Your answer should be one number: how many lines below have the word "layer".

=== PROVIDED ENTRIES ===

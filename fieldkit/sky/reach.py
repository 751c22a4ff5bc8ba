"""Reach of one channel: signal-to-noise against distance, skip zone, maximum range and a verdict.

For each hour and ground range the one-hop F2 path is traced with the mirror geometry of
:mod:`fieldkit.sky.path_geometry`; the received power is

    P_r = P_t + G(Delta) + G(Delta) - L_bf - L_a - L_z   [dBW]

(the same antenna at both ends), with the free-space loss of the slant path ``L_bf``, the absorption
``L_a`` of :mod:`fieldkit.sky.absorption` and the ITU-R P.533 excess-loss term ``L_z``; the noise is
the ITU-R P.372 noise of :mod:`fieldkit.sky.noise` in the mode's bandwidth.

References
----------
.. [1] ITU-R P.533-14 (2019), §6 (median signal power: basic transmission loss
   ``L_b = 32.45 + 20 log f + 20 log p' + L_i + L_z``; ``L_z`` = 8.72 dB, from memory).
.. [2] ITU-R P.372-16 (2022), noise; ITU-R P.525 (free-space basic loss 32.45 + 20 log f_MHz + 20 log d_km).
"""

from __future__ import annotations

from dataclasses import dataclass

import numpy as np

from fieldkit.sky.absorption import absorption_db
from fieldkit.sky.gain import ElevationGain
from fieldkit.sky.noise import noise_power_dbw, total_fa_db
from fieldkit.sky.path_geometry import (
    elevation_deg,
    fot_mhz,
    muf_mhz,
    skip_distance_km,
    slant_path_km,
)

FREE_SPACE_CONSTANT_DB = 32.45  # 20 log10(4 pi / c) in MHz and km; ITU-R P.525
EXCESS_LOSS_DB = 8.72  # L_z, "losses not otherwise included"; ITU-R P.533-14 §6 (from memory)
DISTANCES_KM = np.arange(0.0, 601.0, 10.0)  # coverage grid, 0-600 km (issue 4)
DISTANCES_KM.setflags(write=False)
NVIS_ZONE_KM = 300.0  # NVIS covers roughly 0-300 km (common practice, REFERENCES.md)


@dataclass(frozen=True)
class Radio:
    """Transmitter power [W], receiver bandwidth [Hz] and required SNR [dB]."""

    power_w: float
    bandwidth_hz: float
    required_snr_db: float
    mode: str


@dataclass(frozen=True)
class HourReach:
    """Reach of one channel at one hour (distances in km, rounded)."""

    hour_utc: float
    skip_km: float | None
    fot_skip_km: float | None
    covers_km: tuple[float, float] | None
    max_range_km: float
    nvis_snr_db: float | None
    below_fot: bool
    verdict: str
    absorption_db: float
    noise_fa_db: float
    snr_db: tuple[float | None, ...]


def _edge(d0, m0, d1, m1):
    """Distance between d0 and d1 at which a linearly varying margin m crosses zero."""
    if m0 == m1:
        return d0
    return d0 + (d1 - d0) * m0 / (m0 - m1)


def _coverage(distances, margin, propagates, skip):
    """First contiguous covered run [start, end] on the grid, edges interpolated; or None."""
    ok = propagates & (margin >= 0.0)
    if not ok.any():
        return None
    i0 = int(np.argmax(ok))
    i1 = i0
    while i1 + 1 < len(ok) and ok[i1 + 1]:
        i1 += 1
    if i0 == 0:
        start = 0.0
    elif not propagates[i0 - 1]:
        start = max(skip or 0.0, float(distances[i0 - 1]))
    else:
        start = _edge(distances[i0 - 1], margin[i0 - 1], distances[i0], margin[i0])
    end = float(distances[i1])
    if i1 + 1 < len(ok):
        end = _edge(distances[i1], margin[i1], distances[i1 + 1], margin[i1 + 1])
    return float(start), float(end)


def _km(x):
    return None if x is None else float(round(x))


def channel_reach(
    *,
    frequency_mhz: float,
    gain: ElevationGain,
    hours_utc,
    fof2_mhz,
    reflection_height_km,
    solar_zenith_deg,
    gyro_frequency_mhz: float,
    sunspot_number: float,
    radio: Radio,
    noise_environment: str,
    distances_km=DISTANCES_KM,
) -> list[HourReach]:
    """Reach of one channel at every hour.

    Parameters
    ----------
    frequency_mhz : float
        Channel [MHz].
    gain : ElevationGain
        Antenna gain against elevation at this channel (used at both ends).
    hours_utc, fof2_mhz, reflection_height_km, solar_zenith_deg : array_like
        Per hour: time [h], foF2 [MHz], mirror height [km], solar zenith angle [deg].
    gyro_frequency_mhz : float
        Gyrofrequency near 100 km [MHz].
    sunspot_number : float
        R12 for the absorption law.
    radio : Radio
    noise_environment : str
        ITU-R P.372 environment class.
    distances_km : array_like
        Ascending ground ranges [km].

    Returns
    -------
    list of HourReach
    """
    f = frequency_mhz
    d = np.asarray(distances_km, dtype=float)[None, :]
    fof2 = np.asarray(fof2_mhz, dtype=float)[:, None]
    h = np.asarray(reflection_height_km, dtype=float)[:, None]
    chi = np.asarray(solar_zenith_deg, dtype=float)[:, None]

    muf = muf_mhz(fof2_mhz=fof2, ground_range_km=d, virtual_height_km=h)
    propagates = f <= muf
    antenna_db = 2.0 * gain.at(elevation_deg(ground_range_km=d, virtual_height_km=h))
    path_loss = (
        FREE_SPACE_CONSTANT_DB
        + 20.0 * np.log10(f)
        + 20.0 * np.log10(slant_path_km(ground_range_km=d, virtual_height_km=h))
    )
    absorb = absorption_db(
        frequency_mhz=f,
        gyro_frequency_mhz=gyro_frequency_mhz,
        ground_range_km=d,
        solar_zenith_deg=chi,
        sunspot_number=sunspot_number,
    )
    signal = 10.0 * np.log10(radio.power_w) + antenna_db - path_loss - absorb - EXCESS_LOSS_DB
    fa = total_fa_db(
        frequency_mhz=f, environment=noise_environment, galactic_reaches_ground=f > fof2[:, 0]
    )
    noise = noise_power_dbw(fa_db=fa, bandwidth_hz=radio.bandwidth_hz)[:, None]
    snr = signal - noise
    margin = snr - radio.required_snr_db

    out = []
    for k, hour in enumerate(np.asarray(hours_utc, dtype=float)):
        skip = skip_distance_km(
            frequency_mhz=f, fof2_mhz=float(fof2[k, 0]), virtual_height_km=float(h[k, 0])
        )
        fot_skip = skip_distance_km(
            frequency_mhz=f,
            fof2_mhz=float(fof2[k, 0]) * fot_mhz(muf_mhz=1.0),
            virtual_height_km=float(h[k, 0]),
        )
        covers = _coverage(d[0], margin[k], propagates[k], skip)
        verdict = _verdict(
            covers=covers,
            skip=skip,
            fot_skip=fot_skip,
            propagates=propagates[k],
            margin=margin[k],
            absorb=absorb[k],
            radio=radio,
            last_km=float(d[0, -1]),
        )
        out.append(
            HourReach(
                hour_utc=float(hour),
                skip_km=_km(skip),
                fot_skip_km=_km(fot_skip),
                covers_km=None if covers is None else (_km(covers[0]), _km(covers[1])),
                max_range_km=0.0 if covers is None else _km(covers[1]),
                nvis_snr_db=_zone_snr(d[0], snr[k], propagates[k]),
                below_fot=covers is not None and _below_fot(fot_skip, covers[0]),
                verdict=verdict,
                absorption_db=round(float(absorb[k, 0]), 1),
                noise_fa_db=round(float(fa[k]), 1),
                snr_db=tuple(
                    round(float(s), 1) if p else None
                    for s, p in zip(snr[k], propagates[k], strict=True)
                ),
            )
        )
    return out


def _below_fot(fot_skip, start_km) -> bool:
    """True when the channel is at or below the FOT (0.85 x MUF) from the start of its coverage."""
    return fot_skip is not None and fot_skip <= max(start_km, 1.0)


def _zone_snr(distances, snr, propagates):
    """Mean SNR over the propagating part of the NVIS zone [dB]; None when none propagates."""
    sel = propagates & (distances <= NVIS_ZONE_KM)
    return round(float(np.mean(snr[sel])), 1) if sel.any() else None


#: The first words of a verdict that says the channel does not serve the NVIS zone at that hour, and
#: why: too high for the ionosphere to return it nearby, eaten by the daytime D layer, or too weak.
ABOVE_NVIS = "above the NVIS range"
ABSORBED = "absorbed by day"
BELOW_NOISE = "below the noise"
MODE_WORDS = {"ssb": "SSB", "cw": "CW", "am": "AM", "fm": "FM", "data": "data"}


def _verdict(*, covers, skip, fot_skip, propagates, margin, absorb, radio, last_km) -> str:
    """The hour's reach in plain words; the first words say what it means (see ``ABOVE_NVIS`` …)."""
    if not propagates.any():
        if skip is None:
            return f"{ABOVE_NVIS}: the ionosphere returns it nowhere on one hop"
        return f"{ABOVE_NVIS}: skip zone to {skip:.0f} km, heard only farther away"
    if covers is None:
        if (propagates & (margin + absorb >= 0.0)).any():
            return f"{ABSORBED}: the D layer takes the signal at every distance"
        mode = MODE_WORDS.get(radio.mode, radio.mode)
        return f"{BELOW_NOISE}: {mode} needs {radio.required_snr_db:g} dB signal-to-noise"
    start, end = round(covers[0]), round(covers[1])
    beyond = " and beyond" if end >= last_km else ""
    if start == 0:
        text = f"covers 0–{end} km{beyond}"
    elif skip and abs(start - skip) <= 10.0:
        text = f"skip zone to {start} km; covers {start}–{end} km{beyond}"
    else:
        text = f"covers {start}–{end} km{beyond}; below the noise nearer"
    if not _below_fot(fot_skip, start):
        text += "; above the FOT close in: works on some days only"
    return text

===

YOUR RESPONSE: 2